We are not yet into post-scarcity with respect to water, however, so an Ideal America in the 21st century would pursue that through construction of desalination plants on the coasts and water pipelines to feed inland. Since the desalination plants and pipelines would be powered by the renewable, zero-emission, heat-neutral power grid, there's no environmental sustainability problem. And what's more, the moving of more water inland would create wetter inland weather and rain, so you could actually recoup quite a bit of even the water that isn't immediately recycled. This would be a kind of "terraforming" of the Western deserts, halting climate change-driven desertification in its tracks and reversing it while preserving and expanding farmlands. Some natural ecosystems would be lost, but you can't tiptoe around an inhabited world - sooner or later you have to choose. And it's not like every square inch of land on this planet hasn't been every kind of ecosystem at one time or another.

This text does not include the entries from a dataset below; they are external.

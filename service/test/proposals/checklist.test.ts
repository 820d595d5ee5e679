import { afterAll, beforeAll, expect, test } from 'vitest';
import { CHECKLIST } from '../../src/proposals/checklist.js';
import { ProposalMailService } from '../../src/proposals/proposal-mail.service.js';
import { DEMO_PASSWORD, startService, type Caller, type Service } from '../support/start-service.js';
import { ProposalBench, type ProposalBody } from './proposal-bench.js';

let service: Service;
let admin: Caller;
let engineer: Caller;
let technician: Caller;
let hall: number;

beforeAll(async () => {
  service = await startService();
  await service.addPerson('elsewhere', [{ siteId: service.siteIds[1], role: 'administrator' }]);
  [admin, engineer, technician] = (await Promise.all(
    ['admin', 'engineer', 'technician'].map(service.as),
  )) as [Caller, Caller, Caller];
  hall = service.siteIds[0];
});
afterAll(() => service?.close());

const put = (who: Caller, items: unknown): ReturnType<Caller['put']> =>
  who.put(`/api/v1/sites/${hall}/checklist`).send({ items });

test('an administrator adds to the checklist of a site and can take nothing away that holds everywhere', async () => {
  const list = async (): Promise<{ always: object[]; own: { key: string; text: string }[] }> =>
    (await technician.get(`/api/v1/sites/${hall}/checklist`).expect(200)).body as never;
  expect(await list()).toMatchObject({ always: CHECKLIST, own: [] });
  await put(engineer, ['x']).expect(403);
  await put(await service.as('elsewhere'), ['x']).expect(404);
  for (const [items, path] of [
    [['', 'b'], 'items'],
    [['same', ' same '], 'items'],
    [['x'.repeat(301)], 'items'],
    [[3], 'items'],
    ['x', 'items'],
    [Array.from({ length: 21 }, (_, i) => `item ${i}`), 'items'],
  ] as const) {
    const { body } = await put(admin, items).expect(400);
    expect((body as { errors: { path: string }[] }).errors[0]!.path).toContain(path);
  }
  await put(admin, ['The kiln car is chocked.', ' The hoist is parked. ']).expect(200);
  const [chocked, parked] = (await list()).own;
  expect([chocked!.text, parked!.text]).toEqual(['The kiln car is chocked.', 'The hoist is parked.']);

  // The other site keeps its own; an altered text is a new item with another key.
  const other = await admin.get(`/api/v1/sites/${service.siteIds[1]}/checklist`).expect(200);
  expect((other.body as { own: object[] }).own).toEqual([]);
  await put(admin, ['The hoist is parked.', 'The kiln car is chocked on both sides.']).expect(200);
  const { always, own } = await list();
  expect(always).toEqual(CHECKLIST);
  expect(own[0]).toEqual(parked);
  expect(own[1]!.key).not.toBe(chocked!.key);
  const record = await admin.get(`/api/v1/audit?subjectType=site&subjectId=${hall}`).expect(200);
  expect((record.body as { items: object[] }).items[0]).toMatchObject({
    action: 'site.checklist-changed',
    before: ['The kiln car is chocked.', 'The hoist is parked.'],
    after: ['The hoist is parked.', 'The kiln car is chocked on both sides.'],
  });
});

test('applying wants the site’s items as well; the record keeps the words; people are reminded once', async () => {
  await put(admin, ['The hoist is parked.']).expect(200);
  const bench = await ProposalBench.start(service, 100);
  try {
    await bench.stream(45);
    const made = await engineer
      .post('/api/v1/proposals')
      .send({ axisId: bench.axis.axisId, pattern: { kind: 'triple', lambda: 26 } })
      .expect(201);
    const { id, checklist } = made.body as ProposalBody;
    expect(checklist.map(({ text }) => text)).toEqual([
      ...CHECKLIST.map(({ text }) => text),
      'The hoist is parked.',
    ]);
    const step = (who: Caller, name: string, body: object = {}): ReturnType<Caller['post']> =>
      who.post(`/api/v1/proposals/${id}/${name}`).send(body);
    await step(engineer, 'submit').expect(200);
    await step(await service.as('approver'), 'approve').expect(200);

    // Reminders: a day before, an hour before, each once to each person; none for a window of next week.
    const mail = service.app.get(ProposalMailService);
    const from = Date.now() + 7 * 86_400_000;
    const window = { from: new Date(from).toISOString(), to: new Date(from + 3_600_000).toISOString() };
    await step(engineer, 'schedule', window).expect(200);
    const reminders = async (): Promise<string[]> =>
      (
        (await service.dataSource.query(
          `SELECT "to" FROM "mail_outbox" WHERE "subject" LIKE '%maintenance window%' ORDER BY "id"`,
        )) as { to: string }[]
      ).map(({ to }) => to);
    await mail.remind();
    expect(await reminders()).toEqual([]);
    for (const before of [24, 23, 2]) await mail.remind(new Date(from - before * 3_600_000 + 1));
    const told = await reminders();
    expect(new Set(told).size).toBe(told.length);
    expect(told).toEqual(expect.arrayContaining(['engineer@tarnwick.example', 'approver@tarnwick.example']));
    for (const minutes of [60, 30, -10]) await mail.remind(new Date(from - minutes * 60_000 + 1));
    expect(await reminders()).toHaveLength(2 * told.length);
    await mail.remind(new Date(from + 3_600_001));
    expect(await reminders()).toHaveLength(2 * told.length);

    const now = { from: new Date(Date.now() - 1000), to: new Date(Date.now() + 600_000) };
    await step(engineer, 'schedule', now).expect(200);
    await bench.maintain(technician, true);
    await bench.stream(4, false);
    const apply = (keys: { key: string }[]): ReturnType<Caller['post']> =>
      step(technician, 'apply', {
        checklist: Object.fromEntries(keys.map(({ key }) => [key, true])),
        password: DEMO_PASSWORD,
      });
    const refused = await apply([...CHECKLIST]).expect(400);
    expect((refused.body as { errors: object[] }).errors).toEqual([
      { path: `checklist.${checklist.at(-1)!.key}`, message: 'must be confirmed: The hoist is parked.' },
    ]);
    // A key of an item that has been altered since confirms nothing.
    await put(admin, ['The hoist is parked and locked.']).expect(200);
    await apply(checklist).expect(400);
    const fresh = await bench.get(id);
    await apply(fresh.checklist).expect(200);
    const record = await engineer
      .get(`/api/v1/audit?subjectType=proposal&subjectId=${id}&limit=1`)
      .expect(200);
    expect((record.body as { items: object[] }).items[0]).toMatchObject({
      action: 'proposal.gains-sent',
      after: { state: 'applying', checklist: fresh.checklist },
    });
  } finally {
    bench.gateway.close();
  }
}, 30_000);

test('a window that closes without the change ends the proposal', async () => {
  const bench = await ProposalBench.start(service, 100);
  try {
    await bench.stream(45);
    const made = await engineer
      .post('/api/v1/proposals')
      .send({ axisId: bench.axis.axisId, pattern: { kind: 'triple', lambda: 26 } })
      .expect(201);
    const { id } = made.body as ProposalBody;
    await engineer.post(`/api/v1/proposals/${id}/submit`).expect(200);
    await (await service.as('approver')).post(`/api/v1/proposals/${id}/approve`).expect(200);
    const window = { from: new Date(Date.now() - 1000), to: new Date(Date.now() + 60_000) };
    await engineer.post(`/api/v1/proposals/${id}/schedule`).send(window).expect(200);
    // As if the minute had passed.
    await service.dataSource.query(
      `UPDATE "proposal" SET "windowTo" = datetime('now', '-1 seconds') WHERE "id" = ?`,
      [id],
    );
    const expired = await bench.untilState(id, 'expired');
    expect(expired.events.at(-1)).toMatchObject({ by: 'service', action: 'expired' });
    await bench.maintain(technician, true);
    await bench.stream(4, false);
    const late = await technician
      .post(`/api/v1/proposals/${id}/apply`)
      .send({
        checklist: Object.fromEntries(expired.checklist.map(({ key }) => [key, true])),
        password: DEMO_PASSWORD,
      })
      .expect(409);
    expect((late.body as { detail: string }).detail).toContain('expired');
    expect(bench.gateway.orders).toEqual([]);
  } finally {
    bench.gateway.close();
  }
}, 30_000);
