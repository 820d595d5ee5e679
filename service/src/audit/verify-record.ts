import Database from 'better-sqlite3';
import { existsSync } from 'node:fs';
import { join, resolve } from 'node:path';
import { verifyChain, type StoredEntry } from './chain.js';

/** Entries that are read at once. */
const BATCH = 1_000;

/** Batches of the record, read without altering the file. */
function* batchesOf(database: Database.Database): Generator<StoredEntry[]> {
  const query = database.prepare('SELECT * FROM "audit_entry" WHERE "id" > ? ORDER BY "id" LIMIT ?');
  for (let lastId = 0; ;) {
    const batch = query.all(lastId, BATCH) as StoredEntry[];
    if (batch.length === 0) return;
    yield batch;
    lastId = batch.at(-1)!.id;
  }
}

/**
 * `npm run verify-record [database]`: walks the record of a database file, also beside a running service.
 *
 * @returns the exit code: 0 intact, 1 broken, 2 no record there
 */
export async function verifyRecord(path: string, say: (line: string) => void): Promise<number> {
  if (!existsSync(path)) {
    say(`There is no database at ${path}. Name one, or set DATA_DIR.`);
    return 2;
  }
  const database = new Database(path, { readonly: true });
  try {
    // One read transaction: what a running service writes meanwhile does not show.
    database.exec('BEGIN');
    const given = database
      .prepare(`SELECT "seq" FROM "sqlite_sequence" WHERE "name" = 'audit_entry'`)
      .get() as { seq: number } | undefined;
    const report = await verifyChain(batchesOf(database), given?.seq ?? 0);
    if (report.intact) {
      say(`The record is intact: ${report.entries} entries. Head ${report.head}`);
      return 0;
    }
    say(`The record is broken at entry ${report.brokenAt}: ${report.reason}.`);
    if (report.broken) say(`It reads now: ${JSON.stringify(report.broken)}`);
    say(`Good entries before it: ${report.entries}. Last good hash ${report.head}`);
    return 1;
  } catch (error) {
    say(`The record at ${path} cannot be read: ${(error as Error).message}`);
    return 2;
  } finally {
    database.close();
  }
}

if (process.argv[1]?.endsWith('verify-record.js'))
  process.exitCode = await verifyRecord(
    resolve(process.argv[2] ?? join(process.env.DATA_DIR ?? 'data', 'polewright.sqlite')),
    (line) => console.log(line),
  );
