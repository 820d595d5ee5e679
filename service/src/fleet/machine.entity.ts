import {
  Column,
  Entity,
  JoinColumn,
  ManyToOne,
  PrimaryGeneratedColumn,
  Unique,
  type Relation,
} from 'typeorm';
import { Site } from './site.entity.js';

@Entity()
@Unique(['siteId', 'name'])
export class Machine {
  @PrimaryGeneratedColumn()
  id: number;

  @Column()
  siteId: number;

  @ManyToOne(() => Site, { nullable: false })
  @JoinColumn({ name: 'siteId' })
  site: Relation<Site>;

  @Column()
  name: string;
}
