/**
 * JSON with its object keys in code-point order and without white space, so that equal values give equal text. Dates are
 * written as ISO 8601; `undefined` members are left out. After RFC 8785 (from memory), whose number and string forms are
 * those of `JSON.stringify`.
 */
export function canonicalJson(value: unknown): string {
  return JSON.stringify(value, (_key, member: unknown) =>
    member !== null && typeof member === 'object' && !Array.isArray(member)
      ? Object.fromEntries(Object.entries(member).sort(([a], [b]) => (a < b ? -1 : 1)))
      : member,
  );
}
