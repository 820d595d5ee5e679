import { Body, Controller, Get, Post, Query } from '@nestjs/common';
import { ApiBearerAuth, ApiCreatedResponse, ApiOkResponse, ApiTags } from '@nestjs/swagger';
import { CurrentUser } from '../auth/current-user.decorator.js';
import type { SignedInUser } from '../auth/signed-in-user.js';
import type { Page } from '../page.js';
import { TelemetryGateway } from '../telemetry/telemetry.gateway.js';
import { IntakeService } from '../telemetry/intake.service.js';
import {
  CreatedGatewayDto,
  CreateGatewayDto,
  CreateMachineDto,
  CreateSiteDto,
  GatewayDto,
  GatewayPageDto,
  MachineDto,
  MachinePageDto,
  SiteDto,
  SitePageDto,
  SiteQuery,
} from './dto/site.dto.js';
import { SitesService } from './sites.service.js';

const whole = <T>(items: T[]): Page<T> => ({ items, nextCursor: null });

@ApiTags('fleet')
@ApiBearerAuth()
@Controller()
export class SitesController {
  constructor(
    private readonly service: SitesService,
    private readonly telemetry: TelemetryGateway,
    private readonly intake: IntakeService,
  ) {}

  @Get('sites')
  @ApiOkResponse({ type: SitePageDto })
  async sites(@CurrentUser() user: SignedInUser): Promise<Page<SiteDto>> {
    return whole((await this.service.sites(user)).map(({ id, name, timeZone }) => ({ id, name, timeZone })));
  }

  @Post('sites')
  @ApiCreatedResponse({ type: SiteDto })
  async createSite(@Body() body: CreateSiteDto, @CurrentUser() user: SignedInUser): Promise<SiteDto> {
    const { id, name, timeZone } = await this.service.createSite(body, user);
    return { id, name, timeZone };
  }

  @Get('machines')
  @ApiOkResponse({ type: MachinePageDto })
  async machines(
    @Query() { siteId }: SiteQuery,
    @CurrentUser() user: SignedInUser,
  ): Promise<Page<MachineDto>> {
    return whole(
      (await this.service.machines(user, siteId)).map((m) => ({ id: m.id, siteId: m.siteId, name: m.name })),
    );
  }

  @Post('machines')
  @ApiCreatedResponse({ type: MachineDto })
  async createMachine(
    @Body() body: CreateMachineDto,
    @CurrentUser() user: SignedInUser,
  ): Promise<MachineDto> {
    const { id, siteId, name } = await this.service.createMachine(body, user);
    return { id, siteId, name };
  }

  @Get('gateways')
  @ApiOkResponse({ type: GatewayPageDto })
  async gateways(
    @Query() { siteId }: SiteQuery,
    @CurrentUser() user: SignedInUser,
  ): Promise<Page<GatewayDto>> {
    return whole(
      (await this.service.gateways(user, siteId)).map((gateway) => {
        const heardAt = this.intake.progressOf(gateway.id)?.lastSeenAt ?? null;
        return {
          id: gateway.id,
          siteId: gateway.siteId,
          name: gateway.name,
          connected: this.telemetry.connected(gateway.id),
          lastSeenAt: heardAt === null ? gateway.lastSeenAt : new Date(heardAt),
        };
      }),
    );
  }

  @Post('gateways')
  @ApiCreatedResponse({ type: CreatedGatewayDto })
  createGateway(
    @Body() body: CreateGatewayDto,
    @CurrentUser() user: SignedInUser,
  ): Promise<CreatedGatewayDto> {
    return this.service.createGateway(body, user);
  }
}
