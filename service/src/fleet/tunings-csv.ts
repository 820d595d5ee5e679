import { csvText } from '../csv-text.js';
import type { TuningRevisionDto } from './dto/history.dto.js';

const HEAD = [
  'revision',
  'applied_at',
  'applied_by',
  'source',
  'proposal',
  'structure',
  'lambda_rad_per_s',
  'feed_forward',
  'kp',
  'ki',
  'kd',
  'kv',
  'ka',
  'note',
];

/** Tuning revisions as CSV (RFC 4180, header row): gains in %/mm, %/(mm·s), %·s/mm, %·s/mm, %·s²/mm. */
export const tuningsCsv = (tunings: readonly TuningRevisionDto[]): string =>
  csvText([
    HEAD,
    ...tunings.map(
      ({
        revision,
        appliedAt,
        appliedBy,
        source,
        proposalId,
        structure,
        lambda,
        feedForward,
        gains,
        note,
      }) => [
        revision,
        appliedAt.toISOString(),
        appliedBy,
        source,
        proposalId,
        structure,
        lambda,
        feedForward,
        gains.kp,
        gains.ki,
        gains.kd,
        gains.kv ?? 0,
        gains.ka ?? 0,
        note,
      ],
    ),
  ]);
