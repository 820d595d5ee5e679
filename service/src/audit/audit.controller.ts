import { Controller, ForbiddenException, Get, Query } from '@nestjs/common';
import { ApiBearerAuth, ApiOkResponse, ApiTags } from '@nestjs/swagger';
import { CurrentUser } from '../auth/current-user.decorator.js';
import { mayRegisterSites, sitesOf, type SignedInUser } from '../auth/signed-in-user.js';
import { AuditChainDto, AuditPageDto, AuditQueryDto } from './dto/audit.dto.js';
import { AuditService } from './audit.service.js';

@ApiTags('Audit')
@ApiBearerAuth()
@Controller('audit')
export class AuditController {
  constructor(private readonly audit: AuditService) {}

  @Get()
  @ApiOkResponse({ type: AuditPageDto })
  async list(@CurrentUser() user: SignedInUser, @Query() query: AuditQueryDto): Promise<AuditPageDto> {
    if (sitesOf(user, 'audit.read').length === 0)
      throw new ForbiddenException('The record is for engineers and administrators');
    const { items, nextCursor } = await this.audit.list(user, {
      siteId: query.siteId,
      subjectType: query.subjectType,
      subjectId: query.subjectId,
      limit: query.limit,
      beforeId: query.cursor,
    });
    return {
      items: items.map((entry) => ({
        id: entry.id,
        at: entry.at.toISOString(),
        actor: entry.actor,
        userId: entry.userId,
        action: entry.action,
        subjectType: entry.subjectType,
        subjectId: entry.subjectId,
        siteId: entry.siteId,
        note: entry.note,
        before: entry.before,
        after: entry.after,
      })),
      nextCursor,
    };
  }

  /** Checks that nothing in the record was altered. */
  @Get('chain')
  @ApiOkResponse({ type: AuditChainDto })
  verify(@CurrentUser() user: SignedInUser): Promise<AuditChainDto> {
    if (!mayRegisterSites(user)) throw new ForbiddenException('Checking the record is for administrators');
    return this.audit.verify();
  }
}
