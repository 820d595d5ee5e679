import { Injectable } from '@nestjs/common';
import { InjectRepository } from '@nestjs/typeorm';
import { createHash } from 'node:crypto';
import { Brackets, type EntityManager, Repository } from 'typeorm';
import { sitesOf, type SignedInUser } from '../auth/signed-in-user.js';
import { UserRole } from '../people/user-role.entity.js';
import { AuditEntry } from './audit-entry.entity.js';
import { canonicalJson } from './canonical-json.js';

/** What stands before the first entry. */
const ORIGIN = '0'.repeat(64);
/** Who is named when the service acted by itself. */
export const SERVICE_NAME = 'Polewright';
/** Entries that are read at once while the chain is checked. */
const VERIFY_BATCH = 1_000;
/** What engineers may read the record of: the subjects of their own work. */
const ENGINEERS_SUBJECTS = ['axis', 'proposal'];

export interface AuditRecord {
  /** null when the service itself acts */
  user: SignedInUser | null;
  /** Such as "proposal.approve". */
  action: string;
  subject: { type: string; id: number | string };
  siteId?: number | null;
  note?: string | null;
  before?: unknown;
  after?: unknown;
}

export interface AuditFilter {
  siteId?: number;
  subjectType?: string;
  subjectId?: string;
  limit: number;
  /** Only entries before this one. */
  beforeId?: number;
}

export interface ChainReport {
  entries: number;
  intact: boolean;
  /** The first entry that does not follow from the one before it, or was altered. */
  brokenAt: number | null;
  /** The hash of the last good entry: kept elsewhere, it also shows a cut-off end. */
  head: string;
}

/** SHA-256 over the hash of the entry before and the canonical JSON of this entry's content, in hexadecimal. */
function chainHash(previousHash: string, entry: Omit<AuditEntry, 'id' | 'hash' | 'previousHash'>): string {
  const { at, userId, actor, action, subjectType, subjectId, siteId, note, before, after } = entry;
  const content = { at, userId, actor, action, subjectType, subjectId, siteId, note, before, after };
  return createHash('sha256').update(previousHash).update(canonicalJson(content)).digest('hex');
}

/** A value as it comes back from its JSON column. */
const asStored = (value: unknown): unknown =>
  value === undefined || value === null ? null : (JSON.parse(JSON.stringify(value)) as unknown);

@Injectable()
export class AuditService {
  constructor(@InjectRepository(AuditEntry) private readonly entries: Repository<AuditEntry>) {}

  /**
   * Adds an entry to the record, in the transaction of what it records.
   *
   * @param manager of a unit of work of `Transactions`, which runs one at a time: the chain has one end
   */
  async record(manager: EntityManager, record: AuditRecord): Promise<void> {
    const last = await manager.findOne(AuditEntry, {
      select: { id: true, hash: true },
      where: {},
      order: { id: 'DESC' },
    });
    const previousHash = last?.hash ?? ORIGIN;
    const entry = {
      at: new Date(),
      userId: record.user?.id ?? null,
      actor: record.user?.name ?? SERVICE_NAME,
      action: record.action,
      subjectType: record.subject.type,
      subjectId: String(record.subject.id),
      siteId: record.siteId ?? null,
      note: record.note ?? null,
      before: asStored(record.before),
      after: asStored(record.after),
    };
    await manager.save(
      Object.assign(new AuditEntry(), entry, { previousHash, hash: chainHash(previousHash, entry) }),
    );
  }

  /**
   * What a person may read of the record, newest first: an administrator the sites that they administer and the people
   * of these sites, an engineer the axes and proposals of their sites.
   */
  async list(
    user: SignedInUser,
    filter: AuditFilter,
  ): Promise<{ items: AuditEntry[]; nextCursor: string | null }> {
    const readable = sitesOf(user, 'audit.read');
    const administered = sitesOf(user, 'people.manage');
    const query = this.entries
      .createQueryBuilder('entry')
      .where(
        new Brackets((scope) =>
          scope
            .where('entry.siteId IN (:...administered)', { administered: [-1, ...administered] })
            .orWhere('entry.siteId IN (:...readable) AND entry.subjectType IN (:...subjects)', {
              readable: [-1, ...readable],
              subjects: ENGINEERS_SUBJECTS,
            })
            .orWhere(
              `entry.siteId IS NULL AND entry.subjectType = 'person' AND EXISTS (${this.entries.manager
                .createQueryBuilder(UserRole, 'role')
                .select('1')
                .where('CAST(role.userId AS TEXT) = entry.subjectId AND role.siteId IN (:...administered)')
                .getQuery()})`,
            ),
        ),
      )
      .orderBy('entry.id', 'DESC')
      .take(filter.limit + 1);
    if (filter.siteId !== undefined) query.andWhere('entry.siteId = :siteId', { siteId: filter.siteId });
    if (filter.subjectType) query.andWhere('entry.subjectType = :type', { type: filter.subjectType });
    if (filter.subjectId) query.andWhere('entry.subjectId = :id', { id: filter.subjectId });
    if (filter.beforeId) query.andWhere('entry.id < :beforeId', { beforeId: filter.beforeId });
    const found = await query.getMany();
    const items = found.slice(0, filter.limit);
    return { items, nextCursor: found.length > filter.limit ? String(items.at(-1)?.id) : null };
  }

  /** Walks the whole chain and says where, if anywhere, it does not hold. */
  async verify(): Promise<ChainReport> {
    const report: ChainReport = { entries: 0, intact: true, brokenAt: null, head: ORIGIN };
    for (let lastId = 0; ;) {
      const batch = await this.entries
        .createQueryBuilder('entry')
        .where('entry.id > :lastId', { lastId })
        .orderBy('entry.id')
        .take(VERIFY_BATCH)
        .getMany();
      for (const entry of batch) {
        if (entry.previousHash !== report.head || chainHash(entry.previousHash, entry) !== entry.hash)
          return { ...report, intact: false, brokenAt: entry.id };
        report.entries += 1;
        report.head = entry.hash;
        lastId = entry.id;
      }
      if (batch.length < VERIFY_BATCH) return report;
    }
  }
}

Socially, Ideal America would civilize and socially engineer the Southeast and Empty States, arresting their current headlong degeneration into fascist nuttery and theocracy. In other words, we need to form a more perfect Union and stop the country from flying apart at the seams as it's been. Diverse regional cultures are a source of strength, but hate, superstition, Know-Nothingism, and violent authoritarian attitudes are not a culture worth preserving - they need to be replaced. Pick out the good things that these cultures lyingly tell themselves they are and make them true for the first time ever.
Make the "cowboy" states actually care about freedom and individualism rather than just being a bunch of automatons who think identically and support fascist murderers. Make the Christer states actually behave as if they had any regard whatsoever for their choice of gods and promote peace, compassion, and cooperation rather than psychotic hate. Engineer them, in other words, into finally and sincerely joining the United States of America so that this nation isn't constantly under attack from them and their bigoted lunatic politics.
And just as a cherry on the sundae, let's colonize space. We'll do for the Moon and Mars what Britain did for much of the world, but without any indigenous victims making it ethically problematic. There wouldn't be a lot of negative reasons to leave planet Earth if we were living in this Ideal America utopia, but all the positive reasons would be more profound: People would have the time to imagine new adventures, the prosperity to pursue them, and the political freedom to collectively promote them through bold public and private ventures. We would fill the inner solar system with new cultures based on our own, some of which might fly flags based on ours in the same way many former British colonies have Union Jacks in theirs, and perhaps some of them would remain in commonwealth with the US even after becoming independent (which would be done peacefully, since this is an ideal future).